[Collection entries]
┄┄┄┄┄┄┄┄┄┄┄┄┄┄┄┄┄┄┄┄

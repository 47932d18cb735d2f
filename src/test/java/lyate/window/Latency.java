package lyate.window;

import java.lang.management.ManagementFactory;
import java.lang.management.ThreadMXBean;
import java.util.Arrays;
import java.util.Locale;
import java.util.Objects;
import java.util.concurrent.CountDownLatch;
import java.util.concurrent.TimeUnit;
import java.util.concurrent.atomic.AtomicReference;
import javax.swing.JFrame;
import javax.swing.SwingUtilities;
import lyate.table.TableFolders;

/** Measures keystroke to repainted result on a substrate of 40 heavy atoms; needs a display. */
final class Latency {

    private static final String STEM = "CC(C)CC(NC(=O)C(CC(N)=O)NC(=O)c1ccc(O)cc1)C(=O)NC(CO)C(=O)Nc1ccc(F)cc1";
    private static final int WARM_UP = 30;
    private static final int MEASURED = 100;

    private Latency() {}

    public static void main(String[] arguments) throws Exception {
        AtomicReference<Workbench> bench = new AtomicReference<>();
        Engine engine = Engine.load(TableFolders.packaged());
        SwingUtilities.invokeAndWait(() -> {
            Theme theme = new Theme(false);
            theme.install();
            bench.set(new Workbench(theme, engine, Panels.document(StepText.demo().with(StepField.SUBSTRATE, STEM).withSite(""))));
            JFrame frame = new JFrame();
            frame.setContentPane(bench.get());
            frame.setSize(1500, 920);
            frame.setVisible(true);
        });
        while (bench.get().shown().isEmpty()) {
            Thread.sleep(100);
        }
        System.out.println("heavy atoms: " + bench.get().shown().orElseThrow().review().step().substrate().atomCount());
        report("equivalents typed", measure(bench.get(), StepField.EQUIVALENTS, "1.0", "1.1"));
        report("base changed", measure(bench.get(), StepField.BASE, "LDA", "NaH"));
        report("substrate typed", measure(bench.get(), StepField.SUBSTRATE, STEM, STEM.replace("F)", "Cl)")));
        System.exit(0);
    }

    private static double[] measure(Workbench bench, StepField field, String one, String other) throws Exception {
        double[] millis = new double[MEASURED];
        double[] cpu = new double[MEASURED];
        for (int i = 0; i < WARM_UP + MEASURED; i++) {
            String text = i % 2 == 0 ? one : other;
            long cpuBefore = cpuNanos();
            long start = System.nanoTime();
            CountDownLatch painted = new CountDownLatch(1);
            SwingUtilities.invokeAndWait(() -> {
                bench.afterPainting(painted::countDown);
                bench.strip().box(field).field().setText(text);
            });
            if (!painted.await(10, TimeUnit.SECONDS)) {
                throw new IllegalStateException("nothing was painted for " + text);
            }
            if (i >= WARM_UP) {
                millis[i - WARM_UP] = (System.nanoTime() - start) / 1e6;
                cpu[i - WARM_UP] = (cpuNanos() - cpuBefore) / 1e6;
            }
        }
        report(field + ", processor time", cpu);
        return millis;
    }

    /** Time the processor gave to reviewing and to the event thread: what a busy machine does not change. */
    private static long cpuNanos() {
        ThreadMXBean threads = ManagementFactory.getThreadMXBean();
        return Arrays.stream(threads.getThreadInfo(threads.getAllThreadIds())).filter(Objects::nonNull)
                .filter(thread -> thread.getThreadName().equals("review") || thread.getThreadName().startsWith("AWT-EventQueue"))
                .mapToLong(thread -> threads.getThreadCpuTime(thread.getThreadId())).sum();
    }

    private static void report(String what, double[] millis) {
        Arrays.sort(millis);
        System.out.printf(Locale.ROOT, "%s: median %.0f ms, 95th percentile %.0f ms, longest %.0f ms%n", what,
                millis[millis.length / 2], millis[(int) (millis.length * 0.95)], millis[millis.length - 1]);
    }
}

┄┄┄┄┄┄┄┄┄┄┄┄┄┄┄┄┄┄┄┄

### PROMPT
Look above for the line containing "import javax.swing.SwingUtilities;". Output from there through the line containing "private static final int WARM_UP = 30;", exactly and inclusively.

### ANSWER AREA
import javax.swing.SwingUtilities;
import lyate.table.TableFolders;

/** Measures keystroke to repainted result on a substrate of 40 heavy atoms; needs a display. */
final class Latency {

    private static final String STEM = "CC(C)CC(NC(=O)C(CC(N)=O)NC(=O)c1ccc(O)cc1)C(=O)NC(CO)C(=O)Nc1ccc(F)cc1";
    private static final int WARM_UP = 30;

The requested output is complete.